Count the lines below that contain "POST". Answer with the number alone.
▽
import { expect, test } from '@playwright/test'
import { signInAs, watchConsole } from './helpers'

// The demo's Halvard Ridgeback was towed in from a private lot and nobody has valued it: under the
// California sample its records request runs (Civ. Code § 3072 / Veh. Code § 22851.8) while every
// value-dependent deadline waits for the value, which the office records from the vehicle page.
test('the office records the value of a vehicle whose deadlines wait for it, and the card stops asking', async ({ page }) => {
  // A fresh server's first sign-in and board on a busy 2-core machine can pass 30 s; every step still
  // waits on what the page shows.
  test.slow()
  const problems = watchConsole(page)
  await signInAs(page, 'office')
  // The board tests on this server may have moved it on (board.spec.ts starts its teardown): whatever its
  // column, the deadlines still wait for the value.
  const card = page.locator('[data-stock]').filter({ hasText: 'Halvard Ridgeback' })
  await expect(card.getByText('Needs the value')).toBeVisible()
  await expect(card.getByText('Request owner and lienholder records')).toBeVisible()

  await card.getByRole('link').first().click()
  await expect(page.getByText('Needs the value: enter the value to see this deadline.')).toBeVisible()
  await expect(page.getByTestId('vehicle-value')).toContainText('No value on record.')

  await page.getByRole('button', { name: 'Record the value' }).click()
  const dialog = page.getByRole('dialog', { name: "The vehicle's value" })
  await dialog.getByLabel('What it is worth ($)').fill('400')
  await dialog.getByRole('button', { name: 'Price guide' }).click()
  const saved = page.waitForResponse((r) => r.url().endsWith('/value') && r.request().method() === 'PUT')
  await dialog.getByRole('button', { name: 'Save the value' }).click()
  expect((await saved).status()).toBe(200)

  await expect(page.getByTestId('vehicle-value')).toContainText('$400.00, from: Price guide')
  await expect(page.getByTestId('clock-alerts')).toHaveCount(0)
  await expect(page.getByText('Value recorded')).toBeVisible()

  await page.goBack()
  await expect(card.getByText('Request owner and lienholder records')).toBeVisible()
  await expect(card.getByText('Needs the value')).toHaveCount(0)
  expect(problems).toEqual([])
})
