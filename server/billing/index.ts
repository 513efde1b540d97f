export { cashDrawerRouter, vehicleBillingRouter } from './billing.routes'
export { moneyTotals, type MoneyTotals } from './billing.queries'
export { takePayment } from './payments.service'
export { invoiceOf } from './invoice.service'
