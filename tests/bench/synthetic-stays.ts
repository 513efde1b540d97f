import type { ClockEvent, ClockVehicle } from '@shared/domain/clocks'
import type { StayInput } from '@shared/domain/billing'
import type { RuleSet } from '@shared/schemas/rule-sets'

export type SyntheticVehicle = {
  ruleSet: RuleSet
  stay: StayInput & { arrivedAt: number; releasedAt: number | null }
  vehicle: ClockVehicle
  events: ClockEvent[]
}

const HOUR = 3_600_000
const DAY = 24 * HOUR

/** mulberry32: a small seeded generator, so every run bills the same invented yard. */
function random(seed: number): () => number {
  let a = seed >>> 0
  return () => {
    a = (a + 0x6d2b79f5) >>> 0
    let t = a
    t = Math.imul(t ^ (t >>> 15), t | 1)
    t ^= t + Math.imul(t ^ (t >>> 7), t | 61)
    return ((t ^ (t >>> 14)) >>> 0) / 4_294_967_296
  }
}

/**
 * Invented vehicles for the benchmark: stays from minutes to two years ending by `asOf`,
 * spread over the shipped rule sets, with fee events, notices and sale dates.
 */
export function syntheticVehicles(count: number, ruleSets: readonly RuleSet[], asOf: number, seed = 20_260_301): SyntheticVehicle[] {
  const next = random(seed)
  const pick = <T>(list: readonly T[]) => list[Math.floor(next() * list.length)] as T
  const vehicles: SyntheticVehicle[] = []
  for (let i = 0; i < count; i++) {
    const ruleSet = pick(ruleSets)
    // A quarter are short stays (the minimum-stay rules); the rest anything up to two years.
    const length = next() < 0.25 ? Math.floor(next() * 72 * HOUR) : Math.floor(next() * 730 * DAY)
    const arrivedAt = asOf - Math.floor(next() * (730 * DAY - length)) - length
    const released = next() < 0.7
    const end = arrivedAt + length
    const perEvent = ruleSet.fees.filter((f) => f.charged === 'per-event')
    const feeEvents = Array.from({ length: Math.floor(next() * 3) }, () => ({
      fee: pick(perEvent).code,
      at: arrivedAt + Math.floor(next() * (end - arrivedAt)),
    }))
    const events: ClockEvent[] = [
      { kind: 'stored', at: arrivedAt },
      { kind: 'lien-arose', at: arrivedAt },
    ]
    if (next() < 0.6) events.push({ kind: 'owner-notice-mailed', at: arrivedAt + Math.floor(next() * 14 * DAY) })
    if (next() < 0.5) events.push({ kind: 'lien-notice-mailed', at: arrivedAt + Math.floor(next() * 30 * DAY) })
    if (next() < 0.4) events.push({ kind: 'sale-scheduled', at: arrivedAt + Math.floor((40 + next() * 60) * DAY) })
    vehicles.push({
      ruleSet,
      stay: {
        arrivedAt,
        releasedAt: released ? end : null,
        vehicleClass: pick(ruleSet.vehicleClasses).code,
        feeEvents,
      },
      vehicle: { modelYear: 1995 + Math.floor(next() * 32), valueCents: 20_000 + Math.floor(next() * 2_000_000) },
      events,
    })
  }
  return vehicles
}
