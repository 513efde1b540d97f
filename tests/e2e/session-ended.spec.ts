import { expect, test } from '@playwright/test'
import { DEMO } from './helpers'
import { fillTheMinimum, openForm } from './tow-in-form'

// Issue 16 item 13: a session that ended (30 minutes idle) was reported as "The page is out of date… Reload",
// and reloading threw away the whole intake. Here the session cookie is dropped, as an expired one is.
test('a session that ends mid-form asks to sign in again over the page and keeps what was typed', async ({ page, context }) => {
  // Two sign-ins (two password hashes) and a save: on a loaded 2-core machine more than the default 30 s.
  test.slow()
  await openForm(page)
  await fillTheMinimum(page)
  const vin = await page.getByLabel('VIN', { exact: true }).inputValue()
  await context.clearCookies({ name: 'holdfast.sid' })

  await page.getByRole('button', { name: 'Log the vehicle' }).click()
  const dialog = page.getByRole('dialog', { name: 'Your session has ended' })
  await expect(dialog).toBeVisible()
  await expect(dialog.getByLabel('E-mail')).toHaveValue(DEMO.dispatcher)
  await dialog.getByLabel('Password').fill('not the password')
  await dialog.getByRole('button', { name: 'Sign in and carry on' }).click()
  await expect(dialog.getByRole('alert')).toContainText('do not match')
  await dialog.getByLabel('Password').fill(DEMO.password)
  await dialog.getByRole('button', { name: 'Sign in and carry on' }).click()
  await expect(dialog).toBeHidden()

  // The form underneath is as it was, and saves now.
  await expect(page.getByLabel('VIN', { exact: true })).toHaveValue(vin)
  await page.getByRole('button', { name: 'Log the vehicle' }).click()
  await expect(page).toHaveURL(/\/vehicles\/[0-9a-f-]{36}$/)
  await expect(page.getByText(vin).first()).toBeVisible()
})
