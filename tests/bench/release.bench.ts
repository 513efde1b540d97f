import { pathToFileURL } from 'node:url'
import sharp from 'sharp'
import { releaseForm, type ReleaseFormData } from '../../server/documents/index'
import { writeBenchResult } from './results'

// Issue 11: the release form with its signature, p95 at most 100 ms per document.
const goals = { p95Ms: 100 }

async function sample(): Promise<ReleaseFormData> {
  const svg = '<svg xmlns="http://www.w3.org/2000/svg" width="600" height="200"><path d="M20 150 C 80 20, 140 20, 180 140 S 300 180, 340 60 L 420 150" stroke="#1E2B33" stroke-width="5" fill="none"/></svg>'
  const jpeg = await sharp(Buffer.from(svg)).flatten({ background: '#ffffff' }).jpeg({ quality: 84 }).toBuffer()
  const now = new Date()
  return {
    yard: { name: 'Tamsin Creek Towing', address: '48 Quarry Spur Road, Orrin Flats', phone: '555-0142', timeZone: 'America/Los_Angeles' },
    vehicle: { stockNumber: 'TC-2026-00015', vin: '2KMVM04E56T210866', year: 2006, make: 'Tessaro', model: 'Nomad 650', colour: 'Black', plate: '19K7730', plateState: 'CA', arrivedAt: new Date(now.getTime() - 9 * 86_400_000) },
    claimant: { kind: 'registered_owner', name: 'Dana Okafor', actingFor: null, idType: 'drivers_license', idNumber: 'D4471902', idIssuer: 'California', idExpiry: '2030-05-31', authorityKind: 'registration', authorityReference: 'Registration card' },
    disposition: 'returned_to_owner',
    odometer: 31_420,
    odometerUnreadable: false,
    charges: { towCents: 19_500, storageCents: 48_000, days: 9, paidCents: 67_500, waived: false },
    property: [
      { item: 'Child car seat', count: 1, returned: true, note: null },
      { item: 'Toolbox', count: 1, returned: false, note: 'Owner left it for now' },
    ],
    signature: { jpeg, signerName: 'Dana Okafor', signedAt: now },
    printedAt: now,
  }
}

export async function run(options: { documents?: number } = {}) {
  const count = options.documents ?? 100
  const data = await sample()
  for (let i = 0; i < 10; i++) await releaseForm(data, 'en') // warm: fonts and pdf-lib load with the first
  // Wall-clock time is the goal; this process's CPU time says what a document costs when other
  // processes share the cores (as they do on a loaded machine).
  const ms: number[] = []
  const cpuMs: number[] = []
  for (let i = 0; i < count; i++) {
    const started = performance.now()
    const cpu = process.cpuUsage()
    await releaseForm(data, i % 2 ? 'es' : 'en')
    const used = process.cpuUsage(cpu)
    ms.push(performance.now() - started)
    cpuMs.push((used.user + used.system) / 1000)
  }
  const p = (values: number[], q: number) => {
    const sorted = [...values].sort((a, b) => a - b)
    return Math.round(sorted[Math.min(sorted.length - 1, Math.floor(q * sorted.length))]! * 10) / 10
  }
  const p95Ms = p(ms, 0.95)
  const result = {
    name: 'release',
    goals,
    documents: count,
    p50Ms: p(ms, 0.5),
    p95Ms,
    p95CpuMs: p(cpuMs, 0.95),
    ratioToGoal: Math.round((p95Ms / goals.p95Ms) * 100) / 100,
    met: p95Ms <= goals.p95Ms,
  }
  writeBenchResult('release', result)
  return result
}

if (import.meta.url === pathToFileURL(process.argv[1]!).href) console.log(await run())
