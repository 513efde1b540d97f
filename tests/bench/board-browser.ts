import { chromium, type Page } from '@playwright/test'
import { chromiumLaunch } from '../e2e/chromium'
import { dragCard } from '../e2e/drag'

const median = (xs: number[]) => [...xs].sort((a, b) => a - b)[Math.floor(xs.length / 2)]!
const round = (n: number) => Math.round(n)

/**
 * Milliseconds since navigation started when `selector` is on screen: seen in an animation frame,
 * then read after that frame has been laid out and painted.
 */
async function paintedAt(page: Page, selector: string): Promise<number> {
  await page.waitForFunction((s) => document.querySelector(s) !== null, selector, { polling: 'raf' })
  return page.evaluate(() => new Promise<number>((done) => requestAnimationFrame(() => setTimeout(() => done(performance.now())))))
}

// Sent as text: a function compiled by tsx would carry its helper names into the page.
const CLICK_AND_WAIT_FOR_MENU = `new Promise((done) => {
  document.querySelector('[data-column="arrival"] .board-card__move').click()
  const look = () => document.querySelector('.el-dialog .move-option') ? setTimeout(() => done(performance.now())) : requestAnimationFrame(look)
  requestAnimationFrame(look)
})`

/** A click on the first card's "Move to…" made in the page itself, and when its menu is painted. */
function menuAnsweredAt(page: Page): Promise<number> {
  return page.evaluate(CLICK_AND_WAIT_FOR_MENU) as Promise<number>
}

/** The board page on a big yard: time to first render and to the first answered click; drags persisted. */
export async function boardInBrowser(base: string) {
  const browser = await chromium.launch(chromiumLaunch)
  try {
    const context = await browser.newContext({ baseURL: base, viewport: { width: 1600, height: 1000 } })
    const page = await context.newPage()
    await page.goto('/sign-in')
    await page.getByLabel('E-mail').fill('ruben@tamsincreek.example')
    await page.getByLabel('Password', { exact: true }).fill('quarry-spur-demo')
    await page.getByRole('button', { name: 'Sign in' }).click()
    await page.waitForURL(/\/board/)
    await page.locator('[data-ready="true"]').waitFor()

    const runs: { readyMs: number; interactiveMs: number; renderedCards: number }[] = []
    for (let i = 0; i < 3; i++) {
      await page.goto('about:blank')
      await page.goto('/board', { waitUntil: 'commit' })
      const readyMs = await paintedAt(page, '[data-ready="true"] [data-stock]')
      const interactiveMs = await menuAnsweredAt(page)
      const renderedCards = await page.locator('[data-stock]').count()
      await page.keyboard.press('Escape')
      await page.locator('.el-dialog').waitFor({ state: 'hidden' })
      runs.push({ readyMs: round(readyMs), interactiveMs: round(interactiveMs), renderedCards })
    }

    const drags: number[] = []
    for (let i = 0; i < 5; i++) {
      const card = page.locator('[data-column="arrival"] [data-stock]:not([data-pending])').first()
      const stock = (await card.getAttribute('data-stock'))!
      const answered = page.waitForResponse((r) => r.request().method() === 'POST' && r.url().includes('/moves'))
      const releasedAt = await dragCard(page, card, page.locator('[data-drop="teardown"]'))
      await answered
      await page.locator(`[data-column="teardown"] [data-stock="${stock}"]:not([data-pending])`).waitFor()
      drags.push(round(performance.now() - releasedAt))
    }
    return {
      runs,
      readyMs: median(runs.map((r) => r.readyMs)),
      interactiveMs: median(runs.map((r) => r.interactiveMs)),
      dragPersisted: { runsMs: drags, medianMs: median(drags), maxMs: Math.max(...drags) },
      measuredAs:
        'Page clock from navigation start. ready: the cards painted; interactive: a click on the first card\'s "Move to…", made in the page as soon as it can run after the cards are drawn, answered by its menu on screen; drag persisted: mouse released → the move\'s POST answered and the card settled in Teardown (Node clock).',
    }
  } finally {
    await browser.close()
  }
}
△
## [Finished exercise]
2